_ACTIVITY_
Copy each line of the records below that mentions the word "studies".

_DATASET EXCERPTS_

-*-*-

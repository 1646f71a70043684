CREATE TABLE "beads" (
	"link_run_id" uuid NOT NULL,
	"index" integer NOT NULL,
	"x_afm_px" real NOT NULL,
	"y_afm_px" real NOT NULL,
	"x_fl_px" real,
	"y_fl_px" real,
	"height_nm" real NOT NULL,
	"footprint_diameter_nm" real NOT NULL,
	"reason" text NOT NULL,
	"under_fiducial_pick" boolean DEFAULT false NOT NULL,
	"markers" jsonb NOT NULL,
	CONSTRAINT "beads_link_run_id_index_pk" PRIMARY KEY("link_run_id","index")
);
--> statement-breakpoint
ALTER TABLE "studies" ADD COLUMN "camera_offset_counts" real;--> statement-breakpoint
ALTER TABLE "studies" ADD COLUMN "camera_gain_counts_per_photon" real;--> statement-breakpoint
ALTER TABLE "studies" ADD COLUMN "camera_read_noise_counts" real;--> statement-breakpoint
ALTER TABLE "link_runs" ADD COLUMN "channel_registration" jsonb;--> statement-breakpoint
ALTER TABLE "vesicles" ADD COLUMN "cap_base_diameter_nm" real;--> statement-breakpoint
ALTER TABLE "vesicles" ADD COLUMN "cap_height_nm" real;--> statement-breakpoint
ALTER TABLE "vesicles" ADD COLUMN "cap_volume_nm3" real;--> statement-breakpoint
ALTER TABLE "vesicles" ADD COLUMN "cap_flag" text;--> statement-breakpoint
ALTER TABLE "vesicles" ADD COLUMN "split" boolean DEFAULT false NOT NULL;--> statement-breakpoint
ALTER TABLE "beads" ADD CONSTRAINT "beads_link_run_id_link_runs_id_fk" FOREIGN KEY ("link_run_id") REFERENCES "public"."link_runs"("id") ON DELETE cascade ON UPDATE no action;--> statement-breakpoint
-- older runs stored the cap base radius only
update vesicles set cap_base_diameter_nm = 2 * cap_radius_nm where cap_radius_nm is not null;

-*-*-

_ANSWER BELOW_
ALTER TABLE "studies" ADD COLUMN "camera_offset_counts" real;--> statement-breakpoint
ALTER TABLE "studies" ADD COLUMN "camera_gain_counts_per_photon" real;--> statement-breakpoint
ALTER TABLE "studies" ADD COLUMN "camera_read_noise_counts" real;--> statement-breakpoint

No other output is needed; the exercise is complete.